PDF forces told RFA that military has ramped up air strikes as its ground offensives have been increasingly less successful.

Kayah state and Sagaing region suffered most casualties in August and September, reporting showed. Fourteen townships in Sagaing were subjected to 27 air raids that killed 29 civilians, including eight children. The casualties accounted for some 96% of those from air raids nationwide during the two months.

One air strike on Sept. 16 in Sagaing's Let Yet Kone village killed 13 civilians, including seven children, and wounded 12 others alone.

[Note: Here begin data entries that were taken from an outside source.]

package review_test

import (
	"math"
	"math/rand/v2"
	"slices"
	"strings"
	"testing"

	"kern/checker/generate"
	"kern/checker/review"
	"kern/checker/standard"
	"kern/lang"
)

// tie is the worked example of README.md.
func tie(load, area, factor string) string {
	return "basis {\n    standard \"elastic\"\n    factor_yield = " + factor + "\n}\nmaterial m { E = 210 GPa; fy = 250 MPa; density = 7850 kg/m3 }\n" +
		"section s = given { A = " + area + "; I_major = 100 cm4; I_minor = 100 cm4; W_major = 20 cm3; W_minor = 20 cm3; I_t = 1 cm4; thickness = 5 mm }\n" +
		"tie T1 \"Hanger\" {\n    section = s\n    material = m\n    length = 2 m\n    load -" + load + " at top\n}\n"
}

// TestWorkedExample holds the shares against those that README.md works out by
// hand from the definition of the Shapley value.
func TestWorkedExample(t *testing.T) {
	r := compare(tie("100 kN", "10 cm2", "1"), tie("150 kN", "8 cm2", "1.2"))
	c := change(t, r, "T1")
	if c.Method != review.Exact || math.Abs(c.Before.Utilisation-0.4) > 1e-12 || math.Abs(c.After.Utilisation-0.9) > 1e-12 {
		t.Fatalf("%+v", c)
	}
	for text, want := range map[string]float64{
		"load -100 kN": 0.2/3 + 0.25/6 + 0.24/6 + 0.3/3,
		"A = 10 cm2":   0.1/3 + 0.15/6 + 0.12/6 + 0.18/3,
		"factor_yield": 0.08/3 + 0.12/6 + 0.10/6 + 0.15/3,
	} {
		if x := causeOf(c, text); x == nil || math.Abs(x.Share-want) > 1e-12 {
			t.Errorf("%s: %+v, want %.5f", text, x, want)
		}
	}
	if x := causeOf(c, "load -100 kN"); x.Edits[0].Place.Line != 11 || x.Edits[0].Kind != "load" || x.Turns {
		t.Errorf("%+v", x)
	}
}

const plain = `basis {
    standard "EN 1993-1-1:2005"
    actions  "EN 1990:2002"
}
case G permanent
case Q imposed "B"
material s355 = "S355"
section post = "HEB 160"
column A1 "First" {
    section  = post
    material = s355
    height   = 4 m
    base fixed
    load G 300 kN
    load Q 200 kN
}
column A2 as A1 { load G 250 kN; load Q 90 kN }
`

// edit replaces parts of plain.
func edit(t *testing.T, pairs ...string) string {
	t.Helper()
	text := plain
	for i := 0; i < len(pairs); i += 2 {
		if !strings.Contains(text, pairs[i]) {
			t.Fatalf("%q does not stand in the text", pairs[i])
		}
		text = strings.Replace(text, pairs[i], pairs[i+1], 1)
	}
	return text
}

// TestSecondReckoning holds the shares of four edits against the mean over all 24
// orders, each state written as a text of its own and checked whole.
func TestSecondReckoning(t *testing.T) {
	edits := [][2]string{{"height   = 4 m", "height   = 5 m"}, {"load G 300 kN", "load G 340 kN"}, {`"HEB 160"`, `"HEB 180"`}, {"base fixed", "base pinned"}}
	value := func(set int) float64 {
		text := plain
		for i, e := range edits {
			if set>>i&1 == 1 {
				text = strings.Replace(text, e[0], e[1], 1)
			}
		}
		return one(text).Members[0].Utilisation
	}
	want := make([]float64, len(edits))
	var orders func(done int, left []int)
	orders = func(done int, left []int) {
		for k, i := range left {
			rest := append(slices.Clone(left[:k]), left[k+1:]...)
			n := 1.0 // orders that begin so
			for j := 2; j <= len(rest); j++ {
				n *= float64(j)
			}
			want[i] += (value(done|1<<i) - value(done)) * n / 24
			orders(done|1<<i, rest)
		}
	}
	orders(0, []int{0, 1, 2, 3})
	c := change(t, compare(plain, edit(t, edits[0][0], edits[0][1], edits[1][0], edits[1][1], edits[2][0], edits[2][1], edits[3][0], edits[3][1])), "A1")
	sum(t, c)
	for i, e := range edits {
		if x := causeOf(c, strings.Join(strings.Fields(e[1]), " ")); x == nil || math.Abs(x.Share-want[i]) > 1e-12 {
			t.Errorf("%s: %+v, want %.6f", e[1], x, want[i])
		}
	}
}

// TestNothing holds that layout, comments, line ends and the order of
// declarations change nothing.
func TestNothing(t *testing.T) {
	decls := strings.Split(plain, "column A1")
	for name, after := range map[string]string{
		"format":   lang.Format(strings.ReplaceAll(plain, "    ", "\t")),
		"crlf":     strings.ReplaceAll(plain, "\n", "\r\n"),
		"comments": "# A remark.\n" + strings.ReplaceAll(plain, "\n", " # so\n"),
		"glued":    strings.ReplaceAll(plain, " kN\n", "kN\n"),
		"moved":    "column A1" + decls[1] + decls[0],
	} {
		r := compare(plain, after)
		if !r.Nothing() || len(r.Edited) != 0 || r.Same != 2 || len(r.Shared) != 0 || r.Worse() {
			t.Errorf("%s: %+v", name, r)
		}
	}
	if r := compare(plain, edit(t, "base fixed", "base fixed\n    note \"seen\"", `"First"`, `"The first"`)); !r.Nothing() || len(r.Edited) != 2 {
		t.Errorf("a note and a title: %+v", r)
	}
}
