package model

import (
	"strings"

	"kern/checker/action"
	"kern/lang"
	"kern/lang/unit"
)

func (w *memberReader) limit(r *reader) {
	e := r.peek()
	word, ok := r.wordOf("what to limit", "utilisation", "slenderness", "sway", "deflection")
	if !ok {
		return
	}
	at := r.place(r.stmt.Line)
	if s := r.take(); s == nil || s.Kind != lang.EqualsExpr {
		r.fail("wrong-form", e.Span, "a limit has a value: limit %s = …", word)
		return
	}
	double := false
	switch word {
	case "utilisation":
		double = w.m.Limits.Utilisation != 0
		w.m.Limits.Utilisation, _, _ = r.quantity(want{what: "the limit of utilisation", min: 0.01, max: 1})
		w.m.Limits.UtilisationAt = at
	case "slenderness":
		double = w.m.Limits.Slenderness != 0
		w.m.Limits.Slenderness, _, _ = r.quantity(want{what: "the limit of slenderness", min: 5, max: 1000})
		w.m.Limits.SlendernessAt = at
	case "sway":
		double = w.m.Limits.Sway.Set()
		l := Movement{Place: at}
		names := r.names
		r.names = func(e *lang.Expr) (unit.Quantity, *lang.Problem) {
			if e.Text == "span" && w.env.Names["span"] == nil {
				return unit.Quantity{}, &lang.Problem{Rule: "unknown-name", Span: e.Span, Message: "sway is that of the whole member: it has a height, and no span",
					Fixes: []lang.Fix{lang.Replace("Write height", false, e.Span, "height")}}
			}
			return names(e)
		}
		l.Limit, _, _ = r.quantity(want{what: "the limit of sway", dim: unit.Length, unit: "mm", max: 10})
		w.under(r, &l)
		w.m.Limits.Sway = l
	case "deflection":
		double = w.m.Limits.Deflection.Set()
		w.deflection(r, at)
	}
	if double {
		r.fail("value-given-twice", r.stmt.Line, "the limit of %s is given twice", word)
	}
}

// under reads in which combinations a movement is limited.
func (w *memberReader) under(r *reader, l *Movement) {
	l.Under = action.Characteristic
	if _, ok := r.word("under"); ok {
		word, _ := r.wordOf("the situation of the limit", "characteristic", "frequent", "quasipermanent")
		l.Under, _ = action.SituationOf(word)
	}
}

// deflection reads the limit of deflections. The word "span" in it is the
// distance of neighbouring holds, which is known when all holds are.
func (w *memberReader) deflection(r *reader, at lang.Place) {
	span := w.m.Height
	names := r.names
	r.names = func(e *lang.Expr) (unit.Quantity, *lang.Problem) {
		if e.Text == "span" && w.env.Names["span"] == nil {
			return unit.Quantity{Value: span, Dim: unit.Length}, nil
		}
		return names(e)
	}
	e := r.peek()
	if e != nil && e.Kind != lang.QuantExpr { // one of a bad unit says so itself
		if q, p := lang.Eval(e, r.names); p == nil && q.Dim.IsNone() {
			r.take()
			at := lang.Span{Start: e.Span.Start, End: e.Span.Start}
			r.problem(lang.Problem{Rule: "missing-unit", Span: e.Span, Message: "the limit of deflection is a length: span / 300, 8 mm; this is a bare number",
				Fixes: []lang.Fix{lang.Replace("Write span * before it", false, at, "span * ")}})
			return
		}
	}
	v, _, ok := r.quantity(want{what: "the limit of deflection", dim: unit.Length, unit: "mm", max: 10})
	l := Movement{Place: at, Limit: v}
	w.under(r, &l)
	w.m.Limits.Deflection = l
	if !ok {
		return
	}
	lookup := r.names
	w.spans = func() {
		for a := range l.Spans {
			l.Spans[a] = nil
			for _, s := range w.m.Spans(Axis(a)) {
				span = s[1] - s[0]
				q, p := lang.Eval(e, lookup)
				if p != nil || !(q.Value > 0) {
					q.Value = unknown
				}
				l.Spans[a] = append(l.Spans[a], q.Value)
			}
		}
		w.m.Limits.Deflection = l
	}
}

func (w *memberReader) require(r *reader) {
	e := r.take()
	if e == nil || e.Kind != lang.NameExpr {
		r.fail("wrong-form", r.after(), "require names a result: require N_b_minor >= 400 kN because \"…\"")
		return
	}
	q := Require{Symbol: e.Text, SymbolAt: e.Span, Place: r.place(r.stmt.Line)}
	c := r.take()
	if c == nil || c.Kind != lang.CompareExpr || c.Text == "==" || c.Text == "!=" {
		span := e.Span
		if c != nil {
			span = c.Span
		}
		r.fail("wrong-form", span, "require compares with < <= > or >=: require N_b_minor >= 400 kN because \"…\"")
		return
	}
	q.Compare = c.Text
	v := r.take()
	if v == nil {
		r.fail("missing-value", r.stmt.Line, "require lacks the value to compare with")
		return
	}
	val, p := lang.Eval(v, w.lookup)
	if p != nil {
		r.problem(*p)
		return
	}
	q.Quantity, q.Value = val, v
	if r.may("because") {
		var ok bool
		if q.Because, ok = r.because(); !ok {
			return
		}
	}
	if r.end() {
		w.m.Requires = append(w.m.Requires, q)
	}
}

func (w *memberReader) depart(r *reader) {
	e := r.take()
	if e == nil || e.Is("because") {
		r.fail("wrong-form", r.stmt.Line, "depart names a check: depart slenderness because \"…\"")
		return
	}
	span := e.Span
	written := e.Span.Of(r.decl.Text)
	if e.Kind == lang.StringExpr {
		written = e.Text
	}
	// a rule's name has hyphens, which read as minus signs
	rule := strings.Join(strings.Fields(written), "")
	if e.Kind == lang.StringExpr && contains(w.known, rule) {
		r.problem(unquoted(e, "a check"))
		return
	}
	if !contains(w.known, rule) {
		p := lang.Problem{Rule: "unknown-rule", Span: span, Message: "'" + clip(rule) + "' is no check that a member can depart from"}
		near := Closest(rule, w.known, 2)
		if len(near) > 0 {
			p.Message += "; did you mean " + lang.OrList(near) + "?"
		}
		for _, n := range near {
			p.Fixes = append(p.Fixes, lang.Replace("Write "+n, false, span, n))
		}
		p.Notes = append(p.Notes, "`kern rules` lists the checks")
		r.problem(p)
		return
	}
	because, ok := r.because()
	if ok && r.end() {
		w.m.Departs = append(w.m.Departs, Departure{Rule: rule, Because: because, Place: r.place(r.stmt.Line)})
	}
}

The attack, in which two military helicopters fired on a school for more than an hour, is believed to be the single worst air raid on a civilian area in Myanmar since the coup.

According to RFA’s data, 36 air raids were carried out in Kayah region during August and September, although the number of casualties was not as high as in Sagaing region because the area is less populated and defended by ethnic armed groups.

A spokesperson for the ethnic Karen National Defense Force in Kayah state told RFA that the military attacks civilian targets nearly every time it carries out air raids.

“Some air strikes target not just battlefields, but also civilian villages and populated places like village clinics that are far from the fighting," said the spokesperson, who declined to be named.

"In Loikaw, a junta fighter jet fired a missile at a clinic for no reason," they said, referring to an Aug. 9 attack on Loikaw's Loilen Lay township that killed a civilian and injured two others. "They use more air strikes when they get hurt in ground battles.”

According to the statistics from the World Directory of Modern Military Aircraft (WDMMA), an organization studying air forces from 98 countries around the world, the Myanmar military owns 292 military aircraft, including 81 jet fighters and 81 helicopters.

Myanmar's shadow National Unity Government said on Oct. 7 that they have acquired anti-aircraft weaponry to defend against military air raids, although details of its arsenal have yet to be released.

An earlier version of this story was updated to include the increased number of civilian casualties, a statement from the SAC, and the current status of fighting in Kawkareik, as well as the number of civilians killed during air raids across the country in August and September.